Self-entanglements and random entanglements due to fluid jets are formed in the overfeed region, but at this time no tension should be applied in the yarn length direction. Self-entanglement is achieved by developing crimp with an actual crimp rate of 1.2 to 1.7 times that of the supplied yarn, and in order to achieve sufficient inter-filament entanglement with the fluid jet, an excess supply of 10 to 45% is required. There is.

The winder 5 maintains the random entanglement between the filaments formed in the excess supply area.
The filament is wound into a filament mixed color yarn.
The obtained filament mixed color yarn has substantially no twist. Although no twist is preferred, slight twist may occur during filament mixed yarn production. However, the mixed color yarn obtained by the present invention has a random twist of 0 to 5 T/M, has no substantial twist, and has sufficient effects of a filament mixed color yarn.

An example of the mixed color yarn obtained by the present invention is shown in FIG. The figure shows a case where different colored filament yarns A and B are used. Part X where the hues are completely mixed
and portions Y and Z indicating the hue specific to the filament used. The hue effect unique to the filament used does not disappear due to excessive mixing (in the figure, the mixed color yarn consists of only the X part), which was a drawback of conventional filament mixed color yarns. ``In other words, the mixed part is not extremely thin compared to other parts, and the color effect and product quality of the carpet are also very good. Moreover, since it is a filament mixed color yarn that is virtually untwisted, the carpet pattern exhibits a flowing hue, which is essentially different from conventional heathered pattern carpets and space dye carpets. Furthermore, by combining filament yarns with different degrees of crimp in the oversupply region, the filament with less crimp becomes entangled so as to cover the filament with greater crimp. By utilizing this phenomenon, a filament mixed color yarn that emphasizes any color can be obtained, and the filament mixed color yarn obtained by the present invention can be applied to an extremely wide range of fields of use.

In order to know the degree of mixing of the filament mixed color yarn obtained by the present invention, the degree of entanglement between single fibers is measured. Insert the mixed color thread almost in the center and hang it, and express the distance (cm) that the hook naturally falls.

EXAMPLES Next, the present invention will be specifically explained using Examples, but the present invention is not limited by these Examples.

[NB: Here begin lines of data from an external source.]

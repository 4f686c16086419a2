import type { MaybeRefOrGetter } from 'vue'
import { onBeforeUnmount, onMounted, toValue } from 'vue'

/** A single key that does something on this screen. */
export interface Shortcut {
  /** As on the key cap: `A`, `?`, `Escape`. Letters fire with or without Shift. */
  key: string
  /** What it does, for the list under `?`. */
  does: string
  run: () => void
}

type Pressed = Pick<KeyboardEvent, 'key' | 'ctrlKey' | 'metaKey' | 'altKey' | 'repeat' | 'isComposing' | 'defaultPrevented' | 'target'>

/** Inside these a key belongs to the control, never to the screen. */
const ownKeys = 'input, textarea, select, [contenteditable], [role="dialog"], [role="alertdialog"], [role="listbox"], [role="combobox"], [role="menu"], [role="tablist"]'

/** The shortcut that a key press means, or null: never inside a field or an open dialog, never with Ctrl, Alt or the command key. */
export function shortcutFor(event: Pressed, shortcuts: readonly Shortcut[]): Shortcut | null {
  if (event.ctrlKey || event.metaKey || event.altKey || event.isComposing || event.defaultPrevented) return null
  const target = event.target
  if (target !== null && 'closest' in target && typeof target.closest === 'function' && target.closest(ownKeys) !== null) return null
  const pressed = event.key.length === 1 ? event.key.toUpperCase() : event.key
  const found = shortcuts.find(shortcut => (shortcut.key.length === 1 ? shortcut.key.toUpperCase() : shortcut.key) === pressed)
  // A held key moves through a list but never decides twice.
  return found && event.repeat && !['J', 'K'].includes(found.key) ? null : found ?? null
}

/** Listens for the screen's single-key shortcuts while it is open and while the person has them turned on. */
export function useShortcuts(shortcuts: readonly Shortcut[], enabled: MaybeRefOrGetter<boolean>): void {
  function onKey(event: KeyboardEvent) {
    if (!toValue(enabled) || document.querySelector('[role="dialog"], [role="alertdialog"]') !== null) return
    const found = shortcutFor(event, shortcuts)
    if (!found) return
    event.preventDefault()
    found.run()
  }
  onMounted(() => window.addEventListener('keydown', onKey))
  onBeforeUnmount(() => window.removeEventListener('keydown', onKey))
}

Example 1 Polypropylene melted at 300°C and 230°C and having a melt flow rate (MFR) of 5 was joined side-by-side and composite spun at a spinning speed of 1000 m/min. Undrawn yarn was stretched 2.0 times at room temperature. 45
% overfeed, crimping occurs, and then
Three spun-dyed polypropylene composite filament yarns of different hues obtained by heat treatment at 90°C (moist heat) were used. The first thread is 1305d/60f with an apparent crimp rate of 5.4%, and the second thread is 1324d/60f with an apparent crimp rate of 5.6.
%, and the third yarn was 1285d/60f with an apparent crimp rate of 5.4%. The apparatus for obtaining the mixed color yarn is the one shown in Fig. 1, and the tension (0.75 g/d) between the first yield point and the second yield point is applied in the actual stretching area, and the actual stretching is carried out at 32%. There was an oversupply of

The actual crimp rate of crimp that occurred within the oversupply area was 7.0% for the first yarn, 6.7% for the second yarn, and 6.9 for the third yarn.
It was %. The degree of self-entanglement by the first, second, and third threads was 18.2 when measured by the method described in the text. The entanglement degree of the mixed color yarn obtained by ejecting the fluid jet from the nozzle in the excess supply area was 4.3. The fluid jet uses air, the air pressure is 4.0Kg/ ^cm2 , and the processing speed is
The speed was 200m/min. In the obtained mixed color yarn, the filaments were randomly intertwined, and the hue portions unique to the first, second, and third yarns as well as the mixed portions of each yarn appeared in the same proportion as a whole. Incidentally, when the above-mentioned supplied yarn was used under conditions where self-entanglement did not occur, that is, without actual stretching, and the speed of the feed roller and draw roller were almost the same, the air pressure was 6.0 Kg/cm ² and the processing speed was 50 m. /
The entanglement between the filaments was 42.8, which not only resulted in poor productivity, but also made tufting impossible.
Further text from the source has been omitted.